Start of RECORDS SUPPLIED

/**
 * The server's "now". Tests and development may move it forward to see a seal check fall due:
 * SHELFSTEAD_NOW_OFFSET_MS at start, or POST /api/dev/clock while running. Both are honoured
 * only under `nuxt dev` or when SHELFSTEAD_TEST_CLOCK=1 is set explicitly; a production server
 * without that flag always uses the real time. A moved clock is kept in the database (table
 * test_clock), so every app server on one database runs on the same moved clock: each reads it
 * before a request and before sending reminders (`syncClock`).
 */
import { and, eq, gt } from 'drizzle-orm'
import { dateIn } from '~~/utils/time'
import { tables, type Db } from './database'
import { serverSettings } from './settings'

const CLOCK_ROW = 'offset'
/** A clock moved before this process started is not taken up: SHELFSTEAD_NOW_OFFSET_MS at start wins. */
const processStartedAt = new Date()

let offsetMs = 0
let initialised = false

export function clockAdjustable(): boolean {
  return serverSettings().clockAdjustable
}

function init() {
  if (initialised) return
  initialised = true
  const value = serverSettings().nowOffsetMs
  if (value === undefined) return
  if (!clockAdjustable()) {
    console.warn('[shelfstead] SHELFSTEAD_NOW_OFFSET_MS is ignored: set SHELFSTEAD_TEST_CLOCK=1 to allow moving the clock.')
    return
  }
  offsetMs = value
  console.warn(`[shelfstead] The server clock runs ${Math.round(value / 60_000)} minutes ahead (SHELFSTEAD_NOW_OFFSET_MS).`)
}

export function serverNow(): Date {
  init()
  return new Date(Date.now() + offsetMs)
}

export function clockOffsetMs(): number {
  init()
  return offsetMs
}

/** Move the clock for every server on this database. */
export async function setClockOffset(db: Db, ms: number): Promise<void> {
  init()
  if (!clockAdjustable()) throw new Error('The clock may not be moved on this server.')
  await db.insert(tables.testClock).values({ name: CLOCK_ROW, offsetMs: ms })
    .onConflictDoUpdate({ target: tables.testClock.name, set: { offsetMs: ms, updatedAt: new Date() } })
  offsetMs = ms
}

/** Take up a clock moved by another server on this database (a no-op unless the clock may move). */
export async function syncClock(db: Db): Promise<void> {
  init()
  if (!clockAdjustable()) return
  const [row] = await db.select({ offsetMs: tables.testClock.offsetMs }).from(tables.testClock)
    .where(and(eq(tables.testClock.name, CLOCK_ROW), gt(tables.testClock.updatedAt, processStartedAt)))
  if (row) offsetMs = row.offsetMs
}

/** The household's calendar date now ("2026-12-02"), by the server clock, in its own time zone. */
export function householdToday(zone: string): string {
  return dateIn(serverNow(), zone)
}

End of RECORDS SUPPLIED
Start of RECORDS SUPPLIED

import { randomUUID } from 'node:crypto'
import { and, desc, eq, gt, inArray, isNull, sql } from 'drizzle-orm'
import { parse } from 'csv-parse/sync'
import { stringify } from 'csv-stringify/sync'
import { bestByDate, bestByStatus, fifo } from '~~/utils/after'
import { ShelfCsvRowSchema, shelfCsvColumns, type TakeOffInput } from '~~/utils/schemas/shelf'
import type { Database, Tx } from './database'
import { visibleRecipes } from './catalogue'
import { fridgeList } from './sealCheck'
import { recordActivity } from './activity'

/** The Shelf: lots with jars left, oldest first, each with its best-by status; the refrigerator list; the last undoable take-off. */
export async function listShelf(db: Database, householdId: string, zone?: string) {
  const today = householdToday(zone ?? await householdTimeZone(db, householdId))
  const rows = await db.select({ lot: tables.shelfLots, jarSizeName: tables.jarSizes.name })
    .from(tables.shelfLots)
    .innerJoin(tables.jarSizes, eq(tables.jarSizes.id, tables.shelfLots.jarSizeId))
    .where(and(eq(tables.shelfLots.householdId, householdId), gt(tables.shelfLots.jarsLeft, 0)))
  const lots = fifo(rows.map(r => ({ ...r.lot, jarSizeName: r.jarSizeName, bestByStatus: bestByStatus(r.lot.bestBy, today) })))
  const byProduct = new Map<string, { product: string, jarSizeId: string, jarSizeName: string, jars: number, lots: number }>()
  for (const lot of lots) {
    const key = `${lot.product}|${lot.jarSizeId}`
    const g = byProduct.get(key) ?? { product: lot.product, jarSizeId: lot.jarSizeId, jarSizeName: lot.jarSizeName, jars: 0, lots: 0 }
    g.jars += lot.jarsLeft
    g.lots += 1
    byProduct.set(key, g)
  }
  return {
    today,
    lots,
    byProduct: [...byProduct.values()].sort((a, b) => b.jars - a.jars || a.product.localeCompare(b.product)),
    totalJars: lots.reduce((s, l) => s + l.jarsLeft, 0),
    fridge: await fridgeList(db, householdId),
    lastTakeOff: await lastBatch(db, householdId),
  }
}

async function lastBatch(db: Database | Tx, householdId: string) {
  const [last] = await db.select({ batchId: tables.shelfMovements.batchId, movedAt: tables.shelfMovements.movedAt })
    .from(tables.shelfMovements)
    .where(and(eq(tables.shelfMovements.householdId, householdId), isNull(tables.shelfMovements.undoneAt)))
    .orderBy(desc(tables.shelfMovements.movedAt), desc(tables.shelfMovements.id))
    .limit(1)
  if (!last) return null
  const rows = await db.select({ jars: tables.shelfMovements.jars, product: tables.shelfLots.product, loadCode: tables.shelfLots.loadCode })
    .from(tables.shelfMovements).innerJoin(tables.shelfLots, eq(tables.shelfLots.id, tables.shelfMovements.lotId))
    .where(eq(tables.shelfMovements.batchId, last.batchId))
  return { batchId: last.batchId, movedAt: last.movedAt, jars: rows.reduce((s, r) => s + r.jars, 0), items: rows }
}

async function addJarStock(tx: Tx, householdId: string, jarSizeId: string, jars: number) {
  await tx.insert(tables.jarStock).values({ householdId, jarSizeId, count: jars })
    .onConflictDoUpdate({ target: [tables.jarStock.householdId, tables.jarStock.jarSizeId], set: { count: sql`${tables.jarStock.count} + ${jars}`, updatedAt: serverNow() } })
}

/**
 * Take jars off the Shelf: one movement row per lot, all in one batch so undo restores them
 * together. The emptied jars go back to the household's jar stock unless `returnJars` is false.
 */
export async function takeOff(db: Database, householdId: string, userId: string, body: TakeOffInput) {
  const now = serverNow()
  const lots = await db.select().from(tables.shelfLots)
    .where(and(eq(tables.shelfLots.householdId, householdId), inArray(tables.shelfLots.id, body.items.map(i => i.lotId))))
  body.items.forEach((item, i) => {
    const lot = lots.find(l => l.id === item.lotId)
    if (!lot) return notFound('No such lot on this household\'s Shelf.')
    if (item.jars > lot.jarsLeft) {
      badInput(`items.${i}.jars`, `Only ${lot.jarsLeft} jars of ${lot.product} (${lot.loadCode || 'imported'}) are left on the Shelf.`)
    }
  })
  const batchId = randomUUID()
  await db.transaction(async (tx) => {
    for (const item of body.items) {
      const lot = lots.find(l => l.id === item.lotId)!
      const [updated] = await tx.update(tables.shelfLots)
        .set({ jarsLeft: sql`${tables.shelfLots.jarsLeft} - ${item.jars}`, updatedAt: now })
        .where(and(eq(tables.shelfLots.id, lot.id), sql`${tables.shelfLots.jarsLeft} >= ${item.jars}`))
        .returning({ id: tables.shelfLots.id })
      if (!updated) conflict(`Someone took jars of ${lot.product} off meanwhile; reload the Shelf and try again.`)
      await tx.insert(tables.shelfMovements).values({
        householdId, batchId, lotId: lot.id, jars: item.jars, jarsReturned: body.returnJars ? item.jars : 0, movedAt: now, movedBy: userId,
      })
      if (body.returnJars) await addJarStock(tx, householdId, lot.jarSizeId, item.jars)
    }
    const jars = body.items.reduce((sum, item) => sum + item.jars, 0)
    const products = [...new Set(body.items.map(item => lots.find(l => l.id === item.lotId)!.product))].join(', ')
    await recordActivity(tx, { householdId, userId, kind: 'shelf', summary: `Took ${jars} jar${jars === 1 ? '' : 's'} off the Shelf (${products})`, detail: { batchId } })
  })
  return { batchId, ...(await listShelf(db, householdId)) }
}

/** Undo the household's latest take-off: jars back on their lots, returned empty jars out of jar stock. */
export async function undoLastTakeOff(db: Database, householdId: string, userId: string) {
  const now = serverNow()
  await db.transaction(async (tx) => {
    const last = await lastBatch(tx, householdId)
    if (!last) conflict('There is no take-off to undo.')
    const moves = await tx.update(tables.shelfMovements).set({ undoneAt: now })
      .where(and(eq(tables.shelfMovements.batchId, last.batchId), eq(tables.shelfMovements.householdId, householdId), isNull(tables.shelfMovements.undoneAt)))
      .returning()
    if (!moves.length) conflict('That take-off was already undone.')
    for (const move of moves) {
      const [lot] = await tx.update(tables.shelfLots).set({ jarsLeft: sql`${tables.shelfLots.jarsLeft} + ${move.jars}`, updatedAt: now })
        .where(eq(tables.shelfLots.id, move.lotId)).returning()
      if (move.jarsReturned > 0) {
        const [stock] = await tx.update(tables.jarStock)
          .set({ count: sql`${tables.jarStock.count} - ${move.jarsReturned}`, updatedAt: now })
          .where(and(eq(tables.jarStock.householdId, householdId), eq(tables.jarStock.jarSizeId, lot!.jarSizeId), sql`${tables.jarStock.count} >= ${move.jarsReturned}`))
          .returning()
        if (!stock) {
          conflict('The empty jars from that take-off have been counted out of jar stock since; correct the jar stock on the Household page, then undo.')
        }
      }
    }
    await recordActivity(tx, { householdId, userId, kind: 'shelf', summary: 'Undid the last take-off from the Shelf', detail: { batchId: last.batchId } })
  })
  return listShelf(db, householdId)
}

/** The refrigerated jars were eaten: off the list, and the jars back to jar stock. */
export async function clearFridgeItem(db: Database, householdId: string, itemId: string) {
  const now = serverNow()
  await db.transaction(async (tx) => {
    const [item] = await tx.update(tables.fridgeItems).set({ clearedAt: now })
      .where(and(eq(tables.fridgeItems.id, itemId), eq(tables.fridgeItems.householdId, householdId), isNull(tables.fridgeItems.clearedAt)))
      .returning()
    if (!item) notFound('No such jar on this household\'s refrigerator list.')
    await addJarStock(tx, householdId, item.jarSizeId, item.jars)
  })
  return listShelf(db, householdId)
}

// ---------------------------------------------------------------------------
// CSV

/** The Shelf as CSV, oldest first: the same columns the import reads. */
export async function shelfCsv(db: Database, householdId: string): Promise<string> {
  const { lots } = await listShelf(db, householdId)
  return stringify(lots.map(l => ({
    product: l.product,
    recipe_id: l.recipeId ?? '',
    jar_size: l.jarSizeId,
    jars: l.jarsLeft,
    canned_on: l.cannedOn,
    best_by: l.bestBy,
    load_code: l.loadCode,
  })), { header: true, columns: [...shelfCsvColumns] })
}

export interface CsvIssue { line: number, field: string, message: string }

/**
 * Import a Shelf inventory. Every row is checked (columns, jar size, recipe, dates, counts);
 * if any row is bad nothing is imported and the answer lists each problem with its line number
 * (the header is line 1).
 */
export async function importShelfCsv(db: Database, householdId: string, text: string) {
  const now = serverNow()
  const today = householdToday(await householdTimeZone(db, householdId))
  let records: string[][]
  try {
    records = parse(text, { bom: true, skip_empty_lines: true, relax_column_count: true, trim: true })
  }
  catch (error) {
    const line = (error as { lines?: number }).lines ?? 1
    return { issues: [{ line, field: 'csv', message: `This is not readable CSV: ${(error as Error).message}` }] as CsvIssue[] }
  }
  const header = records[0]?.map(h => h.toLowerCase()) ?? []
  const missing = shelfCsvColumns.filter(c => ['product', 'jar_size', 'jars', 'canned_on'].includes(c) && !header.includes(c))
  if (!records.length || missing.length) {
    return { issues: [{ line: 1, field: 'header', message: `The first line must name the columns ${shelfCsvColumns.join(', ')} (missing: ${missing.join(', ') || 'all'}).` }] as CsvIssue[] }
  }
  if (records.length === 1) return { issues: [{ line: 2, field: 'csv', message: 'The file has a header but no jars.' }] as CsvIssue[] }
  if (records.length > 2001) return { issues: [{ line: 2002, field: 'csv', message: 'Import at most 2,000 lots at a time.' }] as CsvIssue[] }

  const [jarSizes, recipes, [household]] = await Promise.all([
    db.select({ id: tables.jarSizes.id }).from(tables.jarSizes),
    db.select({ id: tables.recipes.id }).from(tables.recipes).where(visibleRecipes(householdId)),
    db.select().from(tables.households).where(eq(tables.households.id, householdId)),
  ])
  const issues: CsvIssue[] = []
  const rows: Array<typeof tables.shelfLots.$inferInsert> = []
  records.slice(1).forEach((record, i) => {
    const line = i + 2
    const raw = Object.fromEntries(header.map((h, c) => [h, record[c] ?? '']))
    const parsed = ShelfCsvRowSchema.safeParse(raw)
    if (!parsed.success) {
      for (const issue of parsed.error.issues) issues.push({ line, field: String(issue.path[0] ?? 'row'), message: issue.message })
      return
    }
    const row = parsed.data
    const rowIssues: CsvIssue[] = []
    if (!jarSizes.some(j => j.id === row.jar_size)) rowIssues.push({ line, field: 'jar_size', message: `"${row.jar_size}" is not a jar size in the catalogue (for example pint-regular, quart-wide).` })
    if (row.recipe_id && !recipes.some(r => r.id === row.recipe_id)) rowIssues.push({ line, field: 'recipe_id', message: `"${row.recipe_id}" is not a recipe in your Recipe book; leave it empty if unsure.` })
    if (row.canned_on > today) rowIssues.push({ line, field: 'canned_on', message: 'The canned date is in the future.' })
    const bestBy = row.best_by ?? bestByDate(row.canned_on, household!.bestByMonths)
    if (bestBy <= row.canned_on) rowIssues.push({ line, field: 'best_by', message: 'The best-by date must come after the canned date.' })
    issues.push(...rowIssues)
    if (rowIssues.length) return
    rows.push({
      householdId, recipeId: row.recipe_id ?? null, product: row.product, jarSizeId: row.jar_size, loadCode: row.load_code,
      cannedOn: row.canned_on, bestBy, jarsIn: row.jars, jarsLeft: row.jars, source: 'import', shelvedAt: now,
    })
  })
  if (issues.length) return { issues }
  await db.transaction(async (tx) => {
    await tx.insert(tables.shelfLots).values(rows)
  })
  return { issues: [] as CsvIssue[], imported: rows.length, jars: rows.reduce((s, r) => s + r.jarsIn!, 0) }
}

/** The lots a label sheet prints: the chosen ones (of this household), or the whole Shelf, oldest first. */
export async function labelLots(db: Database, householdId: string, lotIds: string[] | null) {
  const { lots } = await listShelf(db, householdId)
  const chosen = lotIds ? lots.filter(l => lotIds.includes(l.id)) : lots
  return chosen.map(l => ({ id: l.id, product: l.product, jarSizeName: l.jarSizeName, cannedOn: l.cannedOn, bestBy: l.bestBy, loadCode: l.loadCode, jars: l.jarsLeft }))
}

End of RECORDS SUPPLIED

- PROBLEM: Please report how many lines in the listing above contain the word "fifo", and give nothing but the number.

- TASK RESPONSE: 2